▸ Exercise instructions
Only the lines holding the string "typeof" are needed; copy each of them from the data.

Supplied information below:

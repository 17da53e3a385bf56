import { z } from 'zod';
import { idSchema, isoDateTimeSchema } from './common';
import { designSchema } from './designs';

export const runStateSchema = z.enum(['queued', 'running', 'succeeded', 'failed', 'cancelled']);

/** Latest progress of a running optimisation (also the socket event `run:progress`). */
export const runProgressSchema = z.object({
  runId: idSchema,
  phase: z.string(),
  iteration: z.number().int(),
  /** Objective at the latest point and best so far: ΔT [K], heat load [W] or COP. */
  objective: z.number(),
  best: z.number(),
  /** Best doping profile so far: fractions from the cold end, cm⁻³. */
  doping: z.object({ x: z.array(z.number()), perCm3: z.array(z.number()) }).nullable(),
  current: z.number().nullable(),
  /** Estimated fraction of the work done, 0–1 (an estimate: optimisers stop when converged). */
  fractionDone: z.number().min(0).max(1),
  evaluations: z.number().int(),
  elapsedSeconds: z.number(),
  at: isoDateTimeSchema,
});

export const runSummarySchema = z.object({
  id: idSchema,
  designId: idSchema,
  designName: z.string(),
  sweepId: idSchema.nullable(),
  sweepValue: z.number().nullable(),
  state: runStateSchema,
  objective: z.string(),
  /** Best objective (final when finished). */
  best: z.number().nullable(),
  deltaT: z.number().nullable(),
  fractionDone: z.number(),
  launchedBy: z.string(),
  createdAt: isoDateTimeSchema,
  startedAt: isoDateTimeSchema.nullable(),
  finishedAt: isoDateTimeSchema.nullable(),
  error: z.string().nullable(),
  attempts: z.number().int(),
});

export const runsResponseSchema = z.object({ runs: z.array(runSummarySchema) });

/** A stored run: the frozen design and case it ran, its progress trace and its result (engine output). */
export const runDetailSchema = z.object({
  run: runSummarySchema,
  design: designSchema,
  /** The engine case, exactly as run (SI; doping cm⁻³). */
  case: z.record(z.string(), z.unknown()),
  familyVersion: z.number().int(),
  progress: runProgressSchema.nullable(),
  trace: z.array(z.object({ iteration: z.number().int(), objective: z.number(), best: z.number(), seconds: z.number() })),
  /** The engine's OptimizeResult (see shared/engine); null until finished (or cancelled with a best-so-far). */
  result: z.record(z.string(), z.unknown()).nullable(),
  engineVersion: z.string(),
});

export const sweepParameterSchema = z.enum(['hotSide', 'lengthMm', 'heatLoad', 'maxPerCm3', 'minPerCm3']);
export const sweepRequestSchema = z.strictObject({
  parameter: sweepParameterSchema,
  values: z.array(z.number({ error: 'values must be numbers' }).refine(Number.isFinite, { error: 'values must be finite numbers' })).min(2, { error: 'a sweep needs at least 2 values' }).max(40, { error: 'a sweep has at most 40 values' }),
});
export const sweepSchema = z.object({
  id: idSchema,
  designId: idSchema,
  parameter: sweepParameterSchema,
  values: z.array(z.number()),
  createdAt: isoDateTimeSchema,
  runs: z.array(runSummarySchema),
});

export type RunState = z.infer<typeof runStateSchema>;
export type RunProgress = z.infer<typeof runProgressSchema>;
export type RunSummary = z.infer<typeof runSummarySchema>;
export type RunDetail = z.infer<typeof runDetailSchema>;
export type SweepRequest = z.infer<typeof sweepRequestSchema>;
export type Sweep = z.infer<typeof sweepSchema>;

End of Supplied information.

▸ Output of the exercise
export type RunState = z.infer<typeof runStateSchema>;
export type RunProgress = z.infer<typeof runProgressSchema>;
export type RunSummary = z.infer<typeof runSummarySchema>;
export type RunDetail = z.infer<typeof runDetailSchema>;
export type SweepRequest = z.infer<typeof sweepRequestSchema>;
export type Sweep = z.infer<typeof sweepSchema>;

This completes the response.